I have Parkinson’s disease, what type of exercise should I do?

Whether our patient’s are newly diagnosed with Parkinson’s disease or were diagnosed years ago, they often have been told by their neurologist (hopefully) that exercise is now considered medicine when treating Parkinson’s disease. The intent of this blog is not to explain why, physiologically, exercise is beneficial, but to help you in selecting what type of and how much exercise is best for you.

Our basic and guaranteed response to the above question is to find an exercise modality that you enjoy and will stick with. The key to gaining benefit from an exercise program is consistent participation. If you don’t like the type of exercise you’re doing, you will have a hard time making it a part of your lifestyle.

Focus on the “components” of fitness

A well-balanced exercise program should include the following components. The first four are often reinforced by the exercise industry. I have added in my own components of fitness that are specific to Parkinson’s disease.

Muscular strength – muscles strength is a critical component for movement. You can focus on doing strength training of major muscle groups as part of your routine. The American College of Sports Medicine (ACSM) recommendation for adults with neurologic conditions is progressive strength training of major muscle groups at least 2 days/week. Strength training can entail the use of free weights, resistance bands, or use of your own body weight (such as squats, push-ups, or planks).

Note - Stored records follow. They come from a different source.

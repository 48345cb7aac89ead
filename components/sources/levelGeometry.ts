import { OCTAVE_BANDS } from "@/lib/noise/bands";

type Level = number | "silent" | null;

/** Measures of the chart of one source, pixels: levels over, shares of the energy beneath. */
export interface LevelFrame {
  width: number;
  left: number;
  right: number;
  top: number;
  foot: number;
  sharesTop: number;
  sharesFoot: number;
  height: number;
  /** Whether the lines bear their names at their right ends. */
  named: boolean;
}

/** Below this width names leave the drawing. */
const ROOM_FOR_NAMES = 560;

export function frameOf(width: number): LevelFrame {
  const named = width >= ROOM_FOR_NAMES;
  const foot = named ? 292 : 228;
  const sharesTop = foot + (named ? 42 : 56);
  const sharesFoot = sharesTop + (named ? 90 : 76);
  return { width, left: 36, right: width - (named ? 104 : 22), top: 30, foot, sharesTop, sharesFoot, height: sharesFoot + 26, named };
}

export interface LevelScales {
  pitch: number;
  x: (index: number) => number;
  y: (level: number) => number;
  ticks: number[];
  low: number;
}

/** What an axis spans at least and at most, dB. */
const LEAST_SPAN = 40;
const MOST_SPAN = 70;

/** Octaves at equal pitch; decibels in tens round every bead with its doubt, and as much of what is `counted` as 70 dB hold. */
export function levelScales({ left, right, top, foot }: LevelFrame, levels: readonly Level[], doubts: readonly number[], counted: readonly Level[]): LevelScales {
  const marks = levels.flatMap((level, i) => (typeof level === "number" ? [level + (doubts[i] ?? 0), level - (doubts[i] ?? 0)] : []));
  const high = Math.ceil((Math.max(0, ...(marks.length > 0 ? marks : [80])) + 4) / 10) * 10;
  const least = Math.min(...marks, ...counted.filter((level) => typeof level === "number"), high);
  const low = Math.max(high - MOST_SPAN, Math.min(high - LEAST_SPAN, Math.floor((least - 4) / 10) * 10));
  const pitch = (right - left) / OCTAVE_BANDS.length;
  const ticks = Array.from({ length: (high - low) / 10 + 1 }, (_, i) => low + 10 * i);
  return { pitch, low, ticks, x: (index) => left + (index + 0.5) * pitch, y: (level) => top + ((high - level) / (high - low)) * (foot - top) };
}

/** A line through the bands that have a figure on the axis; a gap where one has none. */
export function drawThrough(levels: readonly Level[], { x, y, low }: LevelScales): string {
  let path = "";
  let drawn = false;
  levels.forEach((level, i) => {
    const there = typeof level === "number" && level >= low;
    if (there) path += `${drawn ? "L" : "M"}${x(i).toFixed(1)} ${y(level).toFixed(1)}`;
    drawn = there;
  });
  return path;
}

Muscular endurance – the ability of our muscles to perform a task for a long period of time (or even performing that task repeatedly) can be trained or improved through exercise. Think about picking up your child/grandchild versus holding them for 10 minutes. This can be achieved by using a higher number of repetitions while strength training, or by holding poses for longer. For example, gradually increasing how long you hold a plank or bridge.

Aerobic endurance – this is your ability to sustain an activity like jogging or bicycle riding for a length of time. Your body adapts with practice to an improved response from your heart, lungs, and circulatory system. The ACSM recommends 150 minutes/week of moderate intensity aerobic exercise (like cycling or treadmill walking). Moderate intensity is working at 60-80% of your maximum heart rate (220 heart beats/minute – your age). 150 minutes/week sounds like it is hard to do, but this goal can be achieved in 10 minutes increments. You can also sneak aerobic exercise in by making small changes such as taking the stairs instead of the elevator or parking farther away from the entrance to the grocery store.
Flexibility and posture – muscle rigidity is a common symptom of Parkinson’s disease, making regular flexibility training a critical component to moving better without pain or stiffness. Keeping your trunk muscles flexible helps prevent the flexed, stooped posture associated with Parkinson’s disease.

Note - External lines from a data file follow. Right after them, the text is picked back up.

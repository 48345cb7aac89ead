import { OCTAVE_BANDS } from "@/lib/noise/bands";
import { bandWords, formatBand, formatNumber, percent, wholeDecibels, withUnit } from "../format";
import type { LevelFrame, LevelScales } from "./levelGeometry";

type Level = number | "silent" | null;

interface Drawn {
  frame: LevelFrame;
  scales: LevelScales;
  lit: number;
}

export function LitColumn({ frame, scales, lit }: Drawn) {
  return <rect x={scales.x(lit) - scales.pitch / 2} y="8" width={scales.pitch} height={frame.height - 8} className="fill-lampwash" />;
}

export function Grid({ frame, scales, lit }: Drawn) {
  return (
    <g fontSize="12">
      <path d={scales.ticks.map((tick) => `M${frame.left} ${Math.round(scales.y(tick)) + 0.5}H${frame.right}`).join("")} className="stroke-rule" />
      {scales.ticks.map((tick) => (
        <text key={tick} x={frame.left - 8} y={scales.y(tick) + 4} textAnchor="end">
          {formatNumber(tick)}
        </text>
      ))}
      <text x={frame.left - 8} y="14" textAnchor="end" fontWeight="650">
        dB
      </text>
      {OCTAVE_BANDS.map((band, i) => (
        <text key={band} x={scales.x(i)} y={frame.foot + 20} textAnchor="middle" fontWeight={i === lit ? 700 : 500} letterSpacing={scales.pitch < 31 ? "-0.4" : undefined}>
          {formatBand(band)}
        </text>
      ))}
      <text x={frame.left - 8} y={frame.foot + 20} textAnchor="end" className="fill-ink3!">
        Hz
      </text>
    </g>
  );
}

interface BeadProps extends Drawn {
  levels: readonly Level[];
  doubts: readonly number[];
}

/** A bead per known band on a block as high as its doubt; a band nobody knows says so at the foot. */
export function Beads({ frame, scales, levels, doubts, lit }: BeadProps) {
  const half = Math.min(8, scales.pitch / 4);
  return levels.map((level, i) => {
    const x = scales.x(i);
    if (typeof level !== "number")
      return (
        <text key={OCTAVE_BANDS[i]} x={x} y={frame.foot - 8} textAnchor="middle" fontSize="12" className="fill-ink2!">
          {level === "silent" ? "none" : "?"}
        </text>
      );
    const [high, low] = [scales.y(level + (doubts[i] ?? 0)), Math.min(frame.foot, scales.y(level - (doubts[i] ?? 0)))];
    return (
      <g key={OCTAVE_BANDS[i]}>
        <rect x={x - half} y={high} width={2 * half} height={Math.max(0, low - high)} className="fill-ink" fillOpacity="0.16" />
        <path d={`M${x - half} ${high}h${2 * half}M${x - half} ${low}h${2 * half}`} strokeWidth="1.5" className="stroke-ink" />
        <circle cx={x} cy={scales.y(level)} r="5" strokeWidth="1.8" className={i === lit ? "fill-lamp stroke-ink" : "fill-ink stroke-ink"} />
        <text x={x} y={high - 7} textAnchor="middle" fontSize={i === lit ? 17 : 14} fontWeight={i === lit ? 650 : 550} paintOrder="stroke" strokeWidth="4" className={i === lit ? "figure stroke-lampwash" : "figure stroke-sheet"}>
          {wholeDecibels(level)}
        </text>
      </g>
    );
  });
}

interface DashedProps extends Drawn {
  counted: readonly (number | null)[];
  inSum: number;
}

/** Names the dashed line where it has left the solid one. */
export function DashedName({ frame, scales, counted, inSum, lit }: DashedProps) {
  const at = [2, 3, 1].find((i) => counted[i] !== null && counted[i]! > scales.low);
  if (at === undefined) return null;
  const x = scales.x(at) + 34;
  const y = Math.min(frame.foot - 26, scales.y(counted[at]!) + 44);
  const less = counted[lit] === null ? "" : `${bandWords(OCTAVE_BANDS[lit]!)} counts ${wholeDecibels(counted[lit]!)} there. `;
  return (
    <g fontSize="13" className="text-ink">
      <path d={`M${scales.x(at) + 4} ${scales.y(counted[at]!) + 6}L${x - 12} ${y - 4}H${x - 4}`} fill="none" className="stroke-ink" />
      <text x={x} y={y} fontWeight="650" paintOrder="stroke" strokeWidth="4" className="stroke-sheet">
        what one figure in dB(A) counts
      </text>
      <text x={x} y={y + 17} paintOrder="stroke" strokeWidth="4" className="fill-ink2! stroke-sheet">
        {less}In sum {withUnit(formatNumber(inSum), "dB(A)")}.
      </text>
    </g>
  );
}

interface ShareProps extends Drawn {
  shares: readonly number[];
  levels: readonly Level[];
}

/** Each band's share of the energy, linear: all bars add up to the whole. */
export function ShareBars({ frame, scales, shares, levels, lit }: ShareProps) {
  const most = Math.max(0.1, Math.ceil(Math.max(...shares) * 10) / 10);
  const y = (share: number) => frame.sharesFoot - (share / most) * (frame.sharesFoot - frame.sharesTop);
  const width = scales.pitch * 0.62;
  return (
    <g fontSize="12">
      <path d={`M${frame.left} ${Math.round(y(most)) + 0.5}H${frame.right}`} className="stroke-rule" />
      {[0, most].map((share) => (
        <text key={share} x={frame.left - 8} y={y(share) + 4} textAnchor="end">
          {formatNumber(share * 100)}
        </text>
      ))}
      <text x={frame.left - 8} y={(y(0) + y(most)) / 2 + 4} textAnchor="end" className="fill-ink3!">
        %
      </text>
      {shares.map((share, i) => (
        <g key={OCTAVE_BANDS[i]}>
          <rect x={scales.x(i) - width / 2} y={y(share)} width={width} height={Math.max(0, frame.sharesFoot - y(share))} className={i === lit ? "fill-lamp stroke-ink" : "fill-ink"} strokeWidth={i === lit ? 1.6 : undefined} />
          <text x={scales.x(i)} y={frame.sharesFoot + 18} textAnchor="middle" fontWeight={i === lit ? 700 : 400}>
            {levels[i] === null ? "?" : percent(share).replace(/\s%/, "")}
          </text>
        </g>
      ))}
      <path d={`M${frame.left} ${frame.sharesFoot}H${frame.right}`} strokeWidth="2" className="stroke-ink" />
      {frame.named ? (
        <>
          <text x={frame.right + 8} y={frame.sharesTop + 14} fontSize="13" fontWeight="650">
            share of
          </text>
          <text x={frame.right + 8} y={frame.sharesTop + 30} fontSize="13" fontWeight="650">
            the energy
          </text>
          <text x={frame.right + 8} y={frame.sharesTop + 46} fontSize="13" className="fill-ink2!">
            adds to 100
          </text>
        </>
      ) : (
        <text x={frame.right} y={frame.sharesTop - 8} textAnchor="end" fontWeight="650" paintOrder="stroke" strokeWidth="4" className="stroke-sheet">
          share of the energy, adds to 100
        </text>
      )}
    </g>
  );
}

Balance – postural instability is common symptom of Parkinson’s disease. Balance problems can lead to falls and all of the other nasty complications that come with ending up on the floor. Balance exercises can be easily added into your routine. If you are experiencing falls, I may be a good idea to get a physical therapy evaluation to fully evaluate what component of your balance needs improvement.

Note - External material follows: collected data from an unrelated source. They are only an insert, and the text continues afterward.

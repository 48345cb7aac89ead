import type { Metadata } from "next";
import { notFound } from "next/navigation";
import { openProjectPage } from "@/app/_server/projectPage";
import { elementAddress, signInAddress } from "@/components/addresses";
import { YardFrame } from "@/components/frame/YardFrame";
import { WallDesk } from "@/components/walls/WallDesk";
import { catalogueSheets } from "@/lib/noise/catalogueSheets";
import type { Plan } from "@/lib/noise/plan";
import { sheetOf } from "@/lib/noise/sheet";

export const dynamic = "force-dynamic";
export const metadata: Metadata = { title: "Walls & openings" };

interface Props {
  params: Promise<{ projectId: string; elementId: string }>;
}

export default async function ElementPage({ params }: Props) {
  const { projectId, elementId } = await params;
  const { user, project, may, answer } = await openProjectPage(
    projectId,
    signInAddress(elementAddress(projectId, elementId)),
  );
  const element = answer.plan.elements.find(({ id }) => id === elementId);
  if (!element) notFound();
  const library = { own: ownSheets(answer.plan, element), catalogue: catalogueSheets(element) };
  return (
    <YardFrame project={project} user={user} stage="walls" revision={answer.revision}>
      <WallDesk projectId={projectId} elementId={elementId} answer={answer} library={library} may={may} />
    </YardFrame>
  );
}

/** Constructions of the yard that the page may have to name or draw: what stands there, and what would fit. */
function ownSheets({ constructions }: Plan, { kind, constructionId }: Plan["elements"][number]) {
  return constructions
    .filter(({ id, fits }) => id === constructionId || fits.some((fitting) => fitting === kind))
    .map((construction) => sheetOf(construction));
}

Amplitude and speed of movement – People with Parkinson’s tend to move slower (bradykinesia) and smaller (hypokinesia) than people without Parkinson’s disease. You can purposefully move faster and bigger, getting more “bang for your buck” by having an outside source pushing you. Have your partner set the pace of your daily walk faster than your self-selected pace. Walk using nordic walking poles to push your arms through a bigger range of motion (this also increases your stride length). Many popular Parkinson’s specific exercise programs use this concept. Dr. Jay Alberts from the Cleveland Clinic and with Pedaling for Parkinson’s found that “forced exercise” on a tandem bike helped reduce motor symptoms of Parkinson’s disease. “Forced exercise” is a term to describe working at a rate beyond your self-selected speed, so pedaling at 85 rpm vs 60 rpm. PWR! Parkinson Wellness Recovery, created by Becky Farley, PT, MS, PhD emphasizes exercising and moving with a high level of physical effort to create more benefit from your daily exercise routine.

To Summarize:
Working beyond your self-selected rate, intensity, and with effort is a major key to gaining more benefit from exercise. Taking these concepts and generalizing, I feel comfortable recommending finding a type of exercise that your enjoy, that is challenging, and where the pace or intensity is set by an outside source. Examples of this would be taking a class where the instructor is setting your pace, exercising with a partner, and by learning a new skill. Variety is the spice of life. Aim for more benefit with all of your exercise modalities, push yourself beyond your comfort level, and strive to add in the above listed component of fitness.